The second charge against respondent relates to acts done in his professional capacity, that is, done at a
time when he was counsel for the complainants in a criminal case for estafa against accused Reynaldo
Pineda. There are two (2) aspects to this charge: the first is that respondent Decena effected a
compromise agreement concerning the civil liability of accused Reynaldo Pineda without the consent
and approval of the complainants; the second is that, having received the amount of P500.00 as an
advance payment on this "settlement," he failed to inform complainants of that advance payment and

moreover, did not turn over the P500.00 to the complainants. The facts show that respondent "settled"

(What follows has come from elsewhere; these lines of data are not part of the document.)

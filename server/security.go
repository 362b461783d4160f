package main

import (
	"errors"
	"fmt"
	"net"
	"net/http"
	"net/netip"
	"os"
	"runtime/debug"
	"slices"
	"strings"

	"github.com/go-chi/chi/v5/middleware"
)

// contentPolicy lets a page load nothing but this program's own files, and
// nothing inline: text that a person typed can never become script or style.
const contentPolicy = "default-src 'self'; base-uri 'none'; form-action 'self'; frame-ancestors 'none'; object-src 'none'"

// secured sets the headers that every answer carries. Answers are not kept by
// browsers unless their handler says so: a build may change at any moment.
func secured(next http.Handler) http.Handler {
	return http.HandlerFunc(func(w http.ResponseWriter, r *http.Request) {
		h := w.Header()
		h.Set("Content-Security-Policy", contentPolicy)
		h.Set("X-Content-Type-Options", "nosniff")
		h.Set("Referrer-Policy", "same-origin")
		h.Set("Cross-Origin-Opener-Policy", "same-origin")
		h.Set("Cross-Origin-Resource-Policy", "same-origin")
		h.Set("Permissions-Policy", "camera=(), geolocation=(), microphone=(), payment=(), usb=()")
		h.Set("Cache-Control", "no-cache")
		next.ServeHTTP(w, r)
	})
}

// hostList is which names in a request's Host are ours. Without it a page from
// elsewhere whose name is made to resolve to this machine could read and
// change everything: to the browser it would be one origin.
type hostList struct {
	names []string
	// anyAddress is set when listening on all interfaces: then a Host written
	// as an IP address is ours, since that is no name somebody could point here.
	anyAddress bool
}

// hostsFor returns the names to answer to when listening at an address such as
// "127.0.0.1:8246" or ":8246".
func hostsFor(listen string) hostList {
	list := hostList{names: []string{"localhost", "127.0.0.1", "::1"}}
	host, _, err := net.SplitHostPort(listen)
	if err != nil {
		return list
	}
	ip, err := netip.ParseAddr(host)
	if host == "" || err == nil && ip.IsUnspecified() {
		list.anyAddress = true
		if name, err := os.Hostname(); err == nil {
			list.names = append(list.names, strings.ToLower(name), strings.ToLower(name)+".local")
		}
		return list
	}
	list.names = append(list.names, strings.ToLower(host))
	return list
}

// has tells whether a request's Host, with or without a port, is ours.
func (l hostList) has(host string) bool {
	if h, _, err := net.SplitHostPort(host); err == nil {
		host = h
	}
	host = strings.ToLower(strings.Trim(host, "[]"))
	if slices.Contains(l.names, host) {
		return true
	}
	_, err := netip.ParseAddr(host)
	return l.anyAddress && err == nil
}

// knownHost refuses requests to a host name that is not ours.
func (s *server) knownHost(next http.Handler) http.Handler {
	return http.HandlerFunc(func(w http.ResponseWriter, r *http.Request) {
		if !s.hosts.has(r.Host) {
			s.fail(w, r, refuse(http.StatusMisdirectedRequest, "This is not the host you asked for",
				"Open the address that the program printed when it started."))
			return
		}
		next.ServeHTTP(w, r)
	})
}

// sameOrigin refuses whatever changes something when another site's page sent
// it. Programs that are no browsers send neither header and pass.
func (s *server) sameOrigin(next http.Handler) http.Handler {
	protection := http.NewCrossOriginProtection()
	protection.SetDenyHandler(http.HandlerFunc(func(w http.ResponseWriter, r *http.Request) {
		s.fail(w, r, refuse(http.StatusForbidden, "Another site sent this",
			"Only this program's own pages may change anything here."))
	}))
	return protection.Handler(next)
}

// maxBody cuts a request's body off at n bytes; reading further is an
// http.MaxBytesError, which is answered with 413.
func maxBody(n int64) func(http.Handler) http.Handler {
	return func(next http.Handler) http.Handler {
		return http.HandlerFunc(func(w http.ResponseWriter, r *http.Request) {
			r.Body = http.MaxBytesReader(w, r.Body, n)
			next.ServeHTTP(w, r)
		})
	}
}

// compressed packs pages and their files. Documents for programs stay as they
// are: their ETag stands for the exact bytes.
func compressed() func(http.Handler) http.Handler {
	const level = 5
	return middleware.Compress(level, "text/html", "text/css", "text/javascript", "image/svg+xml")
}

// logged turns a panic into an answer and a log entry with its stack, and
// notes every request at the debug level.
func (s *server) logged(next http.Handler) http.Handler {
	return http.HandlerFunc(func(w http.ResponseWriter, r *http.Request) {
		watched := middleware.NewWrapResponseWriter(w, r.ProtoMajor)
		start := s.now()
		defer func() {
			if cause := recover(); cause != nil {
				if err, is := cause.(error); is && errors.Is(err, http.ErrAbortHandler) {
					panic(cause) // net/http's own word for "drop the connection"
				}
				s.log.ErrorContext(r.Context(), "panic", "path", r.URL.Path, "cause", fmt.Sprint(cause), "stack", string(debug.Stack()))
				if watched.Status() == 0 {
					s.fail(watched, r, errPanicked)
				}
			}
			s.log.DebugContext(r.Context(), "request", "method", r.Method, "path", r.URL.Path,
				"status", watched.Status(), "took", s.now().Sub(start), "request", middleware.GetReqID(r.Context()))
		}()
		next.ServeHTTP(watched, r)
	})
}

// errPanicked is answered like any fault of our own.
var errPanicked = errors.New("a handler panicked")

the estafa case amicably for P2,000.00 without the knowledge and consent of complainants.
Respondent informed complainants of the amicable "settlement" and of the P500.00 advance payment
only after petitioner Narciso Melendrez had confronted him about these matters. And respondent never
did turn over to complainants the P500.00. Respondent is presumed to be aware of the rule that lawyers
cannot "without special authority, compromise their clients' litigation or receive anything in discharge
of a client's claim, but the full amount in cash. 6 Respondent's failure to turn over to complainants the
amount given by accused Pineda as partial "settlement" of the estafa case underscores his lack of
honesty and candor in dealing with his clients.
Generally, a lawyer should not be suspended or disbarred for misconduct committed in his personal or
non-professional capacity. Where however, misconduct outside his professional dealings becomes so
patent and so gross as to demonstrate moral unfitness to remain in the legal profession, the Court must
suspend or strike out the lawyer's name from the Rollo of Attorneys. 7 The nature of the office of an
attorney at law requires that he shall be a person of good moral character. This qualification is not only
a condition precedent to admission to the practice of law; its continued possession is also essential for
remaining in the practice of law, in the exercise of privileges of members of the Bar. Gross misconduct
on the part of a lawyer, although not related to the discharge of professional duties as a member of the
Bar, which puts his moral character in serious doubt, renders him unfit to continue in the practice of
law. 8
In the instant case, the exploitative deception exercised by respondent attorney upon the complainants
in his private transactions with them, and the exacting of unconscionable rates of interest, considered
together with the acts of professional misconduct committed by respondent attorney, compel this Court
to the conviction that he has lost that good moral character which is indispensable for continued
membership in the Bar.
WHEREFORE, respondent Reynerio I. Decena is hereby DISBARRED and his name shall be stricken
from the Rollo of Attorneys. Let a copy of this Resolution be FURNISHED each to the Bar Confidant
and spread on the personal records of respondent attorney, and to the Integrated Bar of the Philippines.